Likewise, differences in the rate and control of vascular risk factors could contribute to diverse results reported. Inherited prothrombic conditions may increase the risk of oral contraceptive-associated strokes (Slooter et al 2005).
Furthermore, research on oral contraceptive-associated stroke has been mainly observational design, either as case-control or cohort studies. Limitations of observational studies include unknown differences between study groups, recall bias, and appropriateness of control groups.
However, there is general agreement that there is a small but significant increased risk of stroke among women who use oral contraceptives, but the overall risk and the particular risk in selected populations remains uncertain.
Worldwide, more than 100 million women either ever used or are currently using oral contraceptive medications (Blackburn et al 2000). There are approximately 40 brands of oral contraceptives in the United States and 21 brands of emergency contraceptive pills (Table 1). Physicians must consider type of estrogen, estrogen dose, progestin type, progestin dose, routes of administration (oral, vaginal, patches), and other relative potencies of different oral contraceptive formulations. Risk of serious side effects is higher among women who take more than 50 mcg of estrogen. Thus, many physicians recommend estrogen of 35 mcg or less. Therefore, the ideal drug is one with the lowest estrogen and progestin doses that will be effective in preventing pregnancy while minimizing adverse effects ( American College of Obstetricians and Gynecologists ).

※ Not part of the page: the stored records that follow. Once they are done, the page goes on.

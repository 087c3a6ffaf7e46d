import { percentOfMac } from '../balance.ts';
import { NOTHING } from '../lump.ts';
import type { Plan } from '../plan.ts';
import { wingReference } from '../wing-reference.ts';
import {
  hear,
  massAt,
  ownVariance,
  startBuilt,
  weightsOf,
  type BuiltState,
  type Heard,
} from './as-built-state.ts';
import { spreadOf } from './belief.ts';
import { materialNews, type MaterialNews } from './material-news.ts';
import { sidedLines, type SidedLine } from './sided-lines.ts';
import type { Weighing } from './weighing.ts';

/** A line on its side as the account has it. */
export interface BuiltPart extends SidedLine {
  /** g, as drawn */
  estimated: number;
  /** id of the weighing that counts; null while it is still to come */
  weighing: string | null;
}

/** The whole model as far as it is built and as it is forecast. Masses g, lengths mm. */
export interface AsBuilt {
  /** `mass` and `at` as they stand; `u` of those still to come */
  parts: BuiltPart[];
  /** on the scale so far, and what the rest is forecast to weigh */
  weighed: number;
  toCome: number;
  mass: number;
  u: number;
  /** mm aft of the datum, and in % MAC; null without mass or wing */
  x: number | null;
  ux: number | null;
  percentMac: number | null;
  uPercentMac: number | null;
  /** port less starboard is what the lateral balance shows, mm to starboard */
  y: number | null;
  materials: MaterialNews[];
  heard: Heard[];
}

/**
 * The account of a model while it is built: weighings take the place of estimates, and what they say of a material
 * moves the forecast of its parts still to come. With nothing weighed all masses are the estimate's; with
 * everything weighed the mass is the sum of the readings. The band counts what parts of a material have in common,
 * so it is wider than the sheet's, which takes every part for itself, until enough is weighed.
 * @throws RangeError when a part or solid names a material that the plan does not hold
 * @example asBuilt(EXAMPLE_PLAN, []).mass.toFixed(3) // → '19.256'
 * @example asBuilt(EXAMPLE_PLAN, [{ id: 'a', covers: [{ line: 'item/nose', side: 'middle' }], mass: 12, u: 0.03 }]).mass.toFixed(3) // → '21.256'
 */
export function asBuilt(plan: Plan, weighings: readonly Weighing[]): AsBuilt {
  const state = weighings.reduce(hear, startBuilt(sidedLines(plan), plan.materials));
  return accountOf(plan, state);
}

/**
 * What an account comes to.
 * @example accountOf(EXAMPLE_PLAN, EXAMPLE_BUILT).toCome.toFixed(3) // → '19.256'
 */
export function accountOf(plan: Plan, state: BuiltState): AsBuilt {
  const { lines } = state;
  const masses = lines.map((_, i) => massAt(state, i));
  const mass = total(masses);
  const weighed = total(masses.map((m, i) => (state.by[i] === null ? 0 : m)));
  const at = (axis: (i: number) => number) =>
    mass < NOTHING ? null : total(masses.map((m, i) => m * axis(i))) / mass;
  const x = at((i) => state.x[i] ?? 0);
  const wing = wingReference(plan);
  const ux = x === null ? null : bandOf(state, (i) => ((state.x[i] ?? 0) - x) / mass);
  return {
    parts: lines.map((line, i) => ({
      ...line,
      estimated: line.mass,
      mass: masses[i] ?? 0,
      at: [state.x[i] ?? 0, line.at[1], line.at[2]],
      weighing: state.by[i] ?? null,
    })),
    weighed,
    toCome: mass - weighed,
    mass,
    u: bandOf(state, () => 1),
    x,
    ux,
    percentMac: x === null || !wing ? null : percentOfMac(x, wing.xLeMac, wing.mac),
    uPercentMac: ux === null || !wing ? null : (100 * ux) / wing.mac,
    y: at((i) => lines[i]?.at[1] ?? 0),
    materials: materialNews(state, plan.materials),
    heard: state.heard,
  };
}

/** Standard uncertainty of Σ factor·mass: readings each for themselves, the rest by material and by part. */
function bandOf(state: BuiltState, factor: (i: number) => number): number {
  const readings = new Map<string, number[]>();
  const toCome: number[] = [];
  state.by.forEach((by, i) => {
    if (by === null) toCome.push(i);
    else readings.set(by, [...(readings.get(by) ?? []), i]);
  });
  const ofReadings = [...readings].map(([id, places]) => {
    const heard = state.heard.find((one) => one.id === id);
    if (!heard) return 0;
    const share = (i: number) =>
      heard.measured > NOTHING ? massAt(state, i) / heard.measured : 1 / places.length;
    return heard.u * total(places.map((i) => share(i) * factor(i)));
  });
  const ofParts = toCome.map((i) => factor(i) * Math.sqrt(ownVariance(state, i)));
  const ofMaterials = spreadOf(state.belief, weightsOf(state, toCome, factor));
  return Math.hypot(ofMaterials, ...ofReadings, ...ofParts);
}

const total = (values: readonly number[]) => values.reduce((sum, value) => sum + value, 0);
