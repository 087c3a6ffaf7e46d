import type { Kept } from '#client/features/gliders/desk-state.ts';
import { startPlan } from '#client/features/gliders/start-plan.ts';
import type { Plan } from '#shared/core/plan.ts';

/** A plan told apart by its name. */
export function planNamed(name: string): Plan {
  return startPlan(name);
}

export function keptAt(version: number, plan: Plan, updatedBy = 'Ines'): Kept {
  return { version, plan, updatedAt: '2026-11-30T10:00:00.000Z', updatedBy };
}

/** A recipe that gives the plan a name. */
export const naming = (name: string) => (plan: Plan) => ({ ...plan, name });
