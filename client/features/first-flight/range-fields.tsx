import { NumberField } from '#client/components/ui/number-field.tsx';
import { Select } from '#client/components/ui/select.tsx';
import { LIMITS } from '#shared/schemas/limits.ts';
import type { FlightDraft } from './draft.ts';
import type { ChangeDraft } from './use-draft.ts';
import { basesOf, type RangeSources, type WantedRange } from './wanted-range.ts';

const BASES: Record<WantedRange['basis'], string> = {
  plan: 'the drawing’s balance range',
  static_margin: 'a static margin',
  typed: 'two places of my own',
};
const PLACE = { min: LIMITS.coordinateMm.min, max: LIMITS.coordinateMm.max };

interface RangeStepProps {
  draft: FlightDraft;
  change: ChangeDraft;
  sources: RangeSources;
}

/** What the balance point is held against. */
export function RangeFields({ draft, change, sources }: RangeStepProps) {
  const bases = basesOf(sources);
  const basis = draft.basis !== null && bases.includes(draft.basis) ? draft.basis : bases[0];
  const { margins, typed } = draft;
  return (
    <details className="mt-1" open={basis === 'typed' || undefined}>
      <summary className="opens flex min-h-11 items-center text-note font-semibold">
        The range is {BASES[basis ?? 'typed']}
      </summary>
      <Select
        label="Hold it against"
        value={basis}
        options={bases.map((value) => ({ value, label: BASES[value] }))}
        onValue={(value) => change({ basis: bases.find((one) => one === value) ?? null })}
      />
      {basis === 'static_margin' && (
        <div className="grid grid-cols-2 gap-x-4">
          <NumberField
            label="At least"
            quantity="ratio"
            unit="percent"
            value={margins.least}
            min={-0.5}
            max={1}
            hint="of the mean chord"
            onChange={(least) => least !== null && change({ margins: { ...margins, least } })}
          />
          <NumberField
            label="At most"
            quantity="ratio"
            unit="percent"
            value={margins.most}
            min={-0.5}
            max={1}
            hint="ahead of neutral"
            onChange={(most) => most !== null && change({ margins: { ...margins, most } })}
          />
        </div>
      )}
      {basis === 'typed' && (
        <div className="grid grid-cols-2 gap-x-4">
          <NumberField
            label="Forward end"
            quantity="length"
            value={typed.from}
            {...PLACE}
            hint="aft of the datum"
            onChange={(from) => change({ typed: { ...typed, from } })}
          />
          <NumberField
            label="Aft end"
            quantity="length"
            value={typed.to}
            {...PLACE}
            hint="aft of the datum"
            error={
              typed.from !== null && typed.to !== null && typed.to < typed.from
                ? 'Lies ahead of the forward end.'
                : undefined
            }
            onChange={(to) => change({ typed: { ...typed, to } })}
          />
        </div>
      )}
    </details>
  );
}
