/** What is held of several unknowns at once: jointly normal. */
export interface Belief {
  mean: readonly number[];
  /** covariances, a row for each unknown */
  cov: readonly (readonly number[])[];
}

/** A measured sum of the unknowns, each times its weight, with the variance of what is not theirs. */
export interface Observation {
  weights: readonly number[];
  value: number;
  variance: number;
}

/**
 * What is held after an observation: the linear update of joint normals (conjugate for a known variance), k = C·w /
 * (wᵀCw + σ²), mean + k·(value − w·mean), C − k·(C·w)ᵀ. An observation that can tell nothing changes nothing.
 * @example observe({ mean: [1], cov: [[0.01]] }, { weights: [1], value: 1.1, variance: 0.01 }).mean // → [1.05]
 */
export function observe(belief: Belief, { weights, value, variance }: Observation): Belief {
  const spread = belief.cov.map((row) => dot(row, weights));
  const total = dot(spread, weights) + variance;
  if (!(total > 0)) return belief;
  const gain = spread.map((s) => s / total);
  const surprise = value - dot(belief.mean, weights);
  return {
    mean: belief.mean.map((m, i) => m + (gain[i] ?? 0) * surprise),
    cov: belief.cov.map((row, i) => row.map((c, j) => c - (gain[i] ?? 0) * (spread[j] ?? 0))),
  };
}

/**
 * What is held of one unknown after independent observations of it: normal prior, normal likelihood; precisions
 * add, and the mean is weighted by them (conjugate normal with known variances; Gelman et al., Bayesian Data
 * Analysis, 3rd ed., eqs 2.11 and 2.12, from memory). `sd` above 0.
 * @example normalUpdate({ mean: 1, sd: 0.1 }, [{ value: 1.1, sd: 0.1 }]).mean // → 1.05
 */
export function normalUpdate(
  prior: { mean: number; sd: number },
  observed: readonly { value: number; sd: number }[],
): { mean: number; sd: number } {
  const precision = observed.reduce((sum, { sd }) => sum + sd ** -2, prior.sd ** -2);
  const weighted = observed.reduce(
    (sum, { value, sd }) => sum + value * sd ** -2,
    prior.mean * prior.sd ** -2,
  );
  return { mean: weighted / precision, sd: precision ** -0.5 };
}

/**
 * Standard deviation of a sum of the unknowns, each times its weight.
 * @example spreadOf({ mean: [1, 1], cov: [[0.04, 0], [0, 0]] }, [10, 3]) // → 2
 */
export function spreadOf({ cov }: Belief, weights: readonly number[]): number {
  return Math.sqrt(
    Math.max(
      0,
      dot(
        cov.map((row) => dot(row, weights)),
        weights,
      ),
    ),
  );
}

const dot = (a: readonly number[], b: readonly number[]) => a.reduce((sum, v, i) => sum + v * (b[i] ?? 0), 0);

Table 1. Hormonal Contraception
Methods of administration
• Combined ethinyl estradiol plus progestin
• Types of progesterone include chlormadinone, cyproterone acetate, dienogest, desogestrel, drospirenone, gestodene, levonorgestrel, norethindrone, norgestimate, nomegestrol, and norgestrel
• Types of estrogen: ethinyl estradiol, estradiol valerate, estradiol
• Progestin only
• Long-acting reversible contraception
• Combined oral contraceptives (1st, 2nd, 3rd, 4th generations)
• Transdermal patch
• Vaginal ring
• Oral contraceptive pill or “mini pill”
• Injectable - depox medroxyprogesterone acetate
• Subdermal implant (etonogestrel)
• Levonorgestrel intrauterine device
• Copper intrauterine device
This article considers the evidence for stroke risk associated with use of currently available oral contraceptives. Most oral contraceptives are combined formulations of ethinyl estradiol or any of the several different progestins. Doses of estrogen vary from 20 to 50 mcg. Formulations containing progesterone only, in oral and injectable forms, are specifically referred to as such in this article. Transdermal hormonal contraception is discussed briefly. Implantable forms of hormonal contraception are not discussed in detail (see clinical vignette #3). Estrogen and progesterone preparations used in hormone replacement therapy also are not addressed in this article.